MANILA - US Defence Secretary Robert Gates said Monday that North Korea could be preparing for a long-range missile test, but admitted that Pyongyang's intentions were not yet clear.

"We have seen some signs that they may be doing something with another Taepodong missile," Gates told a joint press conference with his Philippine counterpart Gilberto Teodoro.

"But at this point it's not clear what they're going to do," said the US defence secretary, who was making a flying visit to the Philippines on his way home from a regional security conference in Singapore.

A South Korean defence ministry spokesman on Monday told AFP that officials in Seoul had "detected signs that North Korea is preparing to fire an ICBM," or intercontinental ballistic missile.

The North has moved the missile to a base in Dongchang-ri along its northwestern coast and a launch could take place in one or two weeks, South Korea's Yonhap news agency quoted an unnamed intelligence official as saying.

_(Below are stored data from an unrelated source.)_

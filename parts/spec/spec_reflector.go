package spec

import (
	"fmt"
	"math"
	"slices"
)

// ReflectorSpec is the [reflector] table: the ground plane behind the coil.
// With neither diameter_mm nor side_mm the size is chosen automatically.
type ReflectorSpec struct {
	Shape          string   `toml:"shape"`            // "disc" or "square"
	DiameterMM     *float64 `toml:"diameter_mm"`      // disc diameter
	SideMM         *float64 `toml:"side_mm"`          // square side
	ThicknessMM    float64  `toml:"thickness_mm"`     // sheet thickness, default 1.6 mm
	Material       string   `toml:"material"`         // sheet material id, default "fr4"
	CornerRadiusMM float64  `toml:"corner_radius_mm"` // square corners, default 0
	Connector      string   `toml:"connector"`        // one of Connectors(): "coax", "sma-flange", "n-bulkhead", …
	FeedHoleMM     *float64 `toml:"feed_hole_mm"`     // feed hole diameter, default from the coax or connector
	MountingHoles  int      `toml:"mounting_holes"`   // count, default 0
	MountingHoleMM float64  `toml:"mounting_hole_mm"` // diameter, default 3.2 mm
	// MountingCircleMM is the pitch circle of the mounting holes; default
	// the plate's inscribed circle less 12 mm.
	MountingCircleMM *float64 `toml:"mounting_circle_mm"`
	MountingAngleDeg float64  `toml:"mounting_angle_deg"` // first hole's angle, default 45°
}

// AutoReflectorLambda is the automatic reflector size in wavelengths (disc
// diameter or square side). Builders use 0.75–1.2 λ (from memory).
const AutoReflectorLambda = 1.0

// SheetMaterial is a plate or strip material the cutting outputs know.
type SheetMaterial struct {
	ID   string
	Name string
	// Halogenated marks laminates whose resin carries halogen flame
	// retardants: cutting them by laser releases toxic fumes.
	Halogenated bool
	// Reflective marks metals that reflect a CO₂ laser's 10.6 µm beam
	// and need a fibre laser to cut.
	Reflective bool
	// Joint is how the feed's outer conductor is grounded to a plate of
	// this material: "clad" (solder on the copper face), "solder" or
	// "clamp" (cannot be soft-soldered with ordinary flux).
	Joint string
	// Conductivity of the conducting face at 20 °C, S/m, for the field
	// solver's plate loss; ConductivitySource cites it.
	Conductivity       float64
	ConductivitySource string
	// Magnetic marks a ferromagnetic sheet (lossier at radio frequencies
	// than the non-magnetic loss model assumes).
	Magnetic bool
}

// sheetMaterials lists the reflector and wedge materials; SheetMaterials
// hands out copies.
// Source: Barontini et al., Ind. Eng. Chem. Res. 44, 2005 (brominated
// epoxy in FR-4 laminates).
//
// Conductivities as % IACS × 58.0 MS/m (Source: IEC 60028 for the scale).
var sheetMaterials = []SheetMaterial{
	{ID: "fr4", Name: "FR-4 copper-clad glass-epoxy laminate", Halogenated: true, Joint: "clad",
		Conductivity: 58.0e6, ConductivitySource: "copper cladding, 100 % IACS: IEC 60028"},
	{ID: "aluminium", Name: "aluminium sheet", Reflective: true, Joint: "clamp",
		Conductivity: 0.35 * 58.0e6, ConductivitySource: "alloy not specified: 5052 taken, ≈ 35 % IACS, the lower of common sheet alloys (from memory)"},
	{ID: "brass", Name: "brass sheet", Reflective: true, Joint: "solder",
		Conductivity: 0.28 * 58.0e6, ConductivitySource: "C26000, ≈ 28 % IACS: Copper Development Association data, from memory"},
	{ID: "copper", Name: "copper sheet", Reflective: true, Joint: "solder",
		Conductivity: 58.0e6, ConductivitySource: "annealed copper, 100 % IACS: IEC 60028"},
	{ID: "tinplate", Name: "tinplate (tinned steel)", Joint: "solder",
		Conductivity: 0.10 * 58.0e6, ConductivitySource: "low-carbon steel, ≈ 10 % IACS, from memory; the thin tin coat is neglected", Magnetic: true},
}

// Reflective and Joint above: common practice (no published source).
// Copper, brass and aluminium reflect most of a CO₂ laser's 10.6 µm beam,
// so hobby CO₂ cutters do not cut them and a fibre laser is used;
// aluminium's oxide film stops ordinary rosin or zinc-chloride flux from
// wetting it, so it is clamped or screwed rather than soft-soldered.

// SheetMaterials returns the reflector and wedge materials, a fresh copy
// the caller may change.
func SheetMaterials() []SheetMaterial { return slices.Clone(sheetMaterials) }

// SheetMaterialByID returns the material with the given id.
func SheetMaterialByID(id string) (SheetMaterial, bool) {
	for _, m := range sheetMaterials {
		if m.ID == id {
			return m, true
		}
	}
	return SheetMaterial{}, false
}

func sheetMaterialIDs() []string {
	ids := make([]string, len(sheetMaterials))
	for i, m := range sheetMaterials {
		ids[i] = m.ID
	}
	return ids
}

// Mounting-hole defaults. Common practice (no published source): M3
// clearance holes about 6 mm in from the edge.
const (
	DefaultMountingHoleMM   = 3.2
	mountingInsetMM         = 6.0
	DefaultMountingAngleDeg = 45.0
)

func (r *ReflectorSpec) validate(c *checker, s *Spec) {
	c.oneOf("reflector.shape", &r.Shape, "disc", "disc", "square")
	if r.Shape == "disc" && r.SideMM != nil {
		c.fail("reflector.side_mm", num(*r.SideMM), `applies only to shape = "square"`, "use diameter_mm for a disc")
	}
	if r.Shape == "square" && r.DiameterMM != nil {
		c.fail("reflector.diameter_mm", num(*r.DiameterMM), `applies only to shape = "disc"`, "use side_mm for a square")
	}
	for _, kv := range []struct {
		key string
		v   *float64
	}{{"reflector.diameter_mm", r.DiameterMM}, {"reflector.side_mm", r.SideMM}} {
		if kv.v != nil {
			c.within(kv.key, *kv.v, 5, 2000, "mm")
		}
	}
	c.orDefault("reflector.thickness_mm", &r.ThicknessMM, 1.6)
	c.within("reflector.thickness_mm", r.ThicknessMM, 0.05, 10, "mm")

	c.oneOf("reflector.material", &r.Material, "fr4", sheetMaterialIDs()...)
	c.oneOf("reflector.connector", &r.Connector, "coax", connectorIDs()...)
	size := r.SizeMM(s.Wavelength())
	if r.CornerRadiusMM != 0 {
		if r.Shape != "square" {
			c.fail("reflector.corner_radius_mm", num(r.CornerRadiusMM), `applies only to shape = "square"`, "delete it for a disc")
		} else if !(r.CornerRadiusMM > 0 && r.CornerRadiusMM < size/2) {
			c.fail("reflector.corner_radius_mm", num(r.CornerRadiusMM), fmt.Sprintf("must be above 0 and below half the side (%s mm)", num(size/2)), "give a smaller radius")
		}
	}
	if r.FeedHoleMM != nil {
		c.within("reflector.feed_hole_mm", *r.FeedHoleMM, 0.5, 30, "mm")
	}
	if r.MountingHoles < 0 || r.MountingHoles > 12 {
		c.fail("reflector.mounting_holes", fmt.Sprint(r.MountingHoles), "must be between 0 and 12", "give the number of mounting holes")
	}
	c.orDefault("reflector.mounting_hole_mm", &r.MountingHoleMM, DefaultMountingHoleMM)
	c.within("reflector.mounting_hole_mm", r.MountingHoleMM, 1, 20, "mm")
	if r.MountingCircleMM != nil {
		c.within("reflector.mounting_circle_mm", *r.MountingCircleMM, 2, 2000, "mm")
	}
	c.orDefault("reflector.mounting_angle_deg", &r.MountingAngleDeg, DefaultMountingAngleDeg)
	if math.IsNaN(r.MountingAngleDeg) || !c.within("reflector.mounting_angle_deg", r.MountingAngleDeg, -360, 360, "degrees") {
		return
	}
}

// SizeMM returns the reflector's diameter (disc) or side (square) in mm,
// choosing AutoReflectorLambda wavelengths when the spec gives none.
func (r *ReflectorSpec) SizeMM(lambda float64) float64 {
	switch {
	case r.DiameterMM != nil:
		return *r.DiameterMM
	case r.SideMM != nil:
		return *r.SideMM
	}
	return AutoReflectorLambda * lambda
}

// MountingCircle returns the mounting holes' pitch-circle diameter in mm
// for a plate of the given size.
func (r *ReflectorSpec) MountingCircle(size float64) float64 {
	if r.MountingCircleMM != nil {
		return *r.MountingCircleMM
	}
	return size - 2*mountingInsetMM
}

Tensions have been running high for the past week after Kim Jong-Il's regime tested a nuclear bomb for the second time and then launched a series of short-range missiles and threatened possible attacks on South Korea.

Gates said he hoped a high-level US delegation led by Washington's special North Korea nuclear envoy Stephen Bosworth - due to meet with officials in China, Japan, Russia and South Korea - could help defuse those tensions.

"I would rather not presume that we will not be successful in gaining a broad agreement on the way forward," Gates told reporters.

"I think we ought to wait and see how those conversations go and how our partners in the six-party talks other than Pyongyang react to the developments of the last few weeks and see where we go from there diplomatically," he said.

He said he would rather "not speculate on what we might do after that."

The two Koreas, China, Japan, Russia and the United States make up a six-party forum that has been meeting for six years for negotiations aimed at ending Pyongyang's nuclear programmes.

Gates said at the weekend in Singapore that Washington would not accept a nuclear-armed North Korea, and that Pyongyang's defiant acts could spark an arms race with serous consequences for Asia.